In [1]:
# Imports 
import numpy as np
import pandas as pd
import torch
from torch import nn
from torch.utils.data import DataLoader
from sklearn.preprocessing import StandardScaler
import matplotlib.pyplot as plt
import tqdm
import sys, random
from sklearn.metrics import (mean_absolute_error,
                             mean_squared_error,
                             median_absolute_error,
                             max_error, r2_score)

In [2]:
# Class Declarations 

class DataMaker(torch.utils.data.Dataset):
    """
    Prepare Dataset for regression model
    """

    def __init__(self, X, y):
        self.targets = X.astype(np.float32)
        self.labels = y.astype(np.float32)
        return

    def __len__(self):
        return len(self.targets)

    def __getitem__(self, i):
        return self.targets[i, :], self.labels[i]

class TimeOverMaxTemperatureNN(nn.Module):
    """
    Neural Network Model for predicting the maximum time
    over 723 C of a welding process
    """

    def __init__(self, input=8, output=1):
        super().__init__()

        self.layers = nn.Sequential(
            nn.Linear(input,64),
            nn.ReLU(),
            nn.Linear(64, 32),
            nn.ReLU(),
            nn.Linear(32, 16),
            nn.ReLU(),
            nn.Linear(16, output)
        )

    def forward(self, x):
        return self.layers(x)

    def predict(self,x):
      with torch.no_grad():
        x = torch.tensor(x)
        prediction = self.forward(x).detach().cpu().numpy()
      return prediction

In [26]:
# HYPER PARAMETERS
torch.manual_seed(42)
BATCH_SIZE = 16
EPOCHS = 100
LEARNING_RATE = 0.001
device = torch.device('cuda' if torch.cuda.is_available() else 'cpu')
DEBUG = False

In [None]:
# Load custom dataset from drive 
from google.colab import drive
drive.mount("/content/drive/")
DATA_PATH = "/content/drive/My Drive/ΔΠΜΣ/Α Εξάμηνο/Προηγμένα Συστήματα Κατεργασιών/Ασκήσεις/Ασκηση 2/data/nn2/"
sys.path.append(DATA_PATH)

In [5]:
# Load datasets into pandas DataFrame and split inputs/targets
train_df = pd.read_csv(DATA_PATH + "train_dataset.csv")
X_train, Y_train = train_df.iloc[:, 0:-1], train_df.iloc[:, -1]
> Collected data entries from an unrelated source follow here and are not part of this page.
import { readFileSync } from 'node:fs';
import { describe, expect, it } from 'vitest';
import { type Boat, BoatFileError, readBoat, rightingArms } from '../../src/boat/index.js';
import { asBinaryStl, asObj, asOffsets, asTextStl, withLines } from '../support/lines.js';

const DEG = Math.PI / 180;
const text = readFileSync('boats/keelboat.yaml', 'utf8');
const whole = readBoat(text, 'keelboat.yaml');
const { lwl } = whole.spec.hull.dimensions;
const files: Record<string, string | Uint8Array> = {
  'hull.csv': asOffsets(whole.lines, lwl),
  'hull.obj': asObj(whole.lines),
  'millimetres.obj': asObj(whole.lines, 1000),
  'text.stl': asTextStl(whole.lines),
  'binary.stl': asBinaryStl(whole.lines),
};
const beside = (name: string): Uint8Array => {
  const f = files[name]!;
  return typeof f === 'string' ? new TextEncoder().encode(f) : f;
};
const read = (lines: string): Boat => readBoat(withLines(text, lines), 'keelboat.yaml', undefined, beside);
const stations = (): string =>
  `stations:\n${whole.lines.stations
    .map(
      (s) =>
        `  - { aft_of_stem: ${0.5 * lwl - s.x}, half_breadths: [${s.y.join(', ')}], heights: [${s.z.join(', ')}] }`,
    )
    .join('\n')}`;
const mistake = (lines: string, given: Record<string, string | Uint8Array> = {}): string => {
  Object.assign(files, given);
  try {
    read(lines);
  } catch (error) {
    expect(error).toBeInstanceOf(BoatFileError);
    expect((error as Error).message).toMatch(/^keelboat\.yaml:\d+:\d+ hull/);
    return (error as Error).message;
  }
  throw new Error('no mistake was found');
};

describe('one hull given in several ways', () => {
  const ways: Record<string, string> = {
    'stations in the boat file': stations(),
    'a table of offsets': 'table: hull.csv',
    'a mesh of both sides': 'mesh: hull.obj',
    'a mesh in millimetres': 'mesh: millimetres.obj\nunit: mm',
    'a text STL of one side': 'mesh: text.stl',
    'a binary STL of one side': 'mesh: binary.stl\ncuts: 61',
  };
  for (const [way, lines] of Object.entries(ways)) {
    it(`${way} gives the same volume, form and righting arms`, () => {
      const b = read(lines);
      const [f, g] = [whole.hull.form, b.hull.form];
      for (const key of ['volume', 'cp', 'lwl', 'bwl', 'canoeDraft', 'waterplane', 'wetted'] as const)
        expect(Math.abs(g[key] / f[key] - 1), key).toBeLessThan(0.005);
      expect(Math.abs(g.lcbFromForward / g.lwl - f.lcbFromForward / f.lwl)).toBeLessThan(0.0025);
      const heels = [10, 20, 30, 40, 50, 60].map((d) => d * DEG);
      const [p, q] = [rightingArms(whole, heels), rightingArms(b, heels)];
      p.forEach((a, i) => {
        expect(Math.abs(q[i]!.inboard / a.inboard - 1)).toBeLessThan(0.005);
      });
    });
  }

  it('is found on its own axes and scale wherever the waterline is', () => {
    const lifted = {
      stations: whole.lines.stations.map((s) => ({ ...s, z: s.z.map((z) => z + 0.4) })),
    };
    files['lifted.csv'] = asOffsets(lifted, lwl);
    const b = read('table: lifted.csv\nwaterline_height: 0.4 m');
    expect(Math.abs(b.hull.form.volume / whole.hull.form.volume - 1)).toBeLessThan(1e-9);
    expect(Math.abs(b.hull.form.wetted / whole.hull.form.wetted - 1)).toBeLessThan(1e-9);
    // A mesh with x aft and y up.
    files['turned.obj'] = asObj(whole.lines).replace(
      /^v (\S+) (\S+) (\S+)$/gm,
      (_, x, y, z) => `v ${-x} ${z} ${y}`,
    );
    const c = read('mesh: turned.obj\nforward: -x\nup: y');
    expect(Math.abs(c.hull.form.wetted / whole.hull.form.wetted - 1)).toBeLessThan(0.005);
  });
});

describe('lines that make no hull', () => {
  it('name the file, the place and a way out', () => {
    expect(mistake('table: hull.csv\nmesh: hull.obj')).toMatch(/table and mesh are all given/);
    expect(mistake('unit: mm')).toMatch(/no lines are given; give one of/);
    expect(mistake('table: ../hull.csv')).toMatch(/leads out of the boat file's folder/);
    expect(
      mistake('table: few.csv', { 'few.csv': 'aft_of_stem,half_breadth,height\n0,1,0\n0,2,1\n' }),
    ).toMatch(/few\.csv: 1 stations found; at least 5/);
    expect(mistake('table: odd.csv', { 'odd.csv': 'aft,half,height\n' })).toMatch(
      /odd\.csv, line 1: the header has no column aft_of_stem/,
    );
    expect(mistake('table: word.csv', { 'word.csv': 'aft_of_stem,half_breadth,height\n0,one,0\n' })).toMatch(
      /word\.csv, line 2: "one" is no number for half_breadth/,
    );
    expect(
      mistake('mesh: cut.stl', { 'cut.stl': (files['binary.stl'] as Uint8Array).slice(0, 999) }),
    ).toMatch(/cut\.stl: this is neither a text nor a whole binary STL/);
    expect(mistake('mesh: gone.obj', { 'gone.obj': 'v 0 0 0\nf 1 2 3\n' })).toMatch(
      /gone\.obj, line 2: a face names point 2/,
    );
    expect(mistake('mesh: hull.obj\nforward: z\nup: z')).toMatch(/same axis/);
    expect(mistake('mesh: hull.obj\nunit: mm')).toMatch(/check unit and waterline_height|outside/);
    expect(mistake('table: hull.csv\nforward: x')).toMatch(/belongs to a mesh only/);
  });

  it('are refused where their place 0 is not the fore end of the waterline', () => {
    const moved = {
      stations: whole.lines.stations.map((s) => ({ ...s, x: s.x - 0.5 })),
    };
    expect(mistake('table: moved.csv', { 'moved.csv': asOffsets(moved, lwl) })).toMatch(
      /begins 0\.5 m aft of the place 0.*take 0\.5 m off each/,
    );
  });

  it('leave no main dimension beside them unanswered', () => {
    const both = withLines(text, 'table: hull.csv').replace(/^hull:\n/m, 'hull:\n  prismatic: 0.55\n');
    expect(() => readBoat(both, 'b.yaml', undefined, beside)).toThrow(
      /hull\.prismatic: this is measured from the lines/,
    );
  });

  it('cannot be named by a boat that has no folder', () => {
    expect(() => readBoat(withLines(text, 'table: hull.csv'), 'standard input')).toThrow(
      /has no folder of its own/,
    );
  });
});

describe('righting arms to 180 deg', () => {
  it('are those of the tables where both reach, and vanish upside down with the crew inboard', () => {
    const arms = rightingArms(
      whole,
      [0, 15, 30, 60, 120, 180].map((d) => d * DEG),
    );
    for (const a of arms.slice(0, 4))
      expect(Math.abs(a.inboard - whole.hull.rightingArm(a.heel))).toBeLessThan(2e-4);
    expect(Math.abs(arms[0]!.inboard)).toBeLessThan(1e-9);
    expect(Math.abs(arms[5]!.inboard)).toBeLessThan(1e-6);
    const lever = (whole.spec.crew.mass * whole.spec.crew.armOut) / whole.mass;
    expect(arms[2]!.out - arms[2]!.inboard).toBeCloseTo(lever * Math.cos(30 * DEG), 9);
  });
});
validation_df = pd.read_csv(DATA_PATH + "validation_dataset.csv")
X_validation, Y_validation = validation_df.iloc[:, 0:-1], validation_df.iloc[:, -1]

test_df = pd.read_csv(DATA_PATH + "test_dataset.csv")
X_test, Y_test = test_df.iloc[:, 0:-1], test_df.iloc[:, -1]

In [6]:
# Apply pre-processing in respect to training values (mean and std)
scaler = StandardScaler()

X_train_scaled = scaler.fit_transform(X_train).astype("float32")

# NOTE: use mean and std of training set 
X_validation_scaled = scaler.transform(X_validation).astype("float32")
X_test_scaled = scaler.transform(X_test).astype("float32")

Y_train_scaled = Y_train.astype("float32")
Y_validation_scaled = Y_validation.astype("float32")
Y_test_scaled = Y_test.astype("float32")

# Check if it works 
if (DEBUG):
  print("Means of training set:\n", X_train_scaled.mean(axis=0), "\n")
  print("Standard deviations of training set:\n", X_train_scaled.std(axis=0), "\n\n")

  print("Means of validation set:\n", X_validation_scaled.mean(axis=0), "\n")
  print("Standard deviations of validation set:\n", X_validation_scaled.std(axis=0), "\n\n")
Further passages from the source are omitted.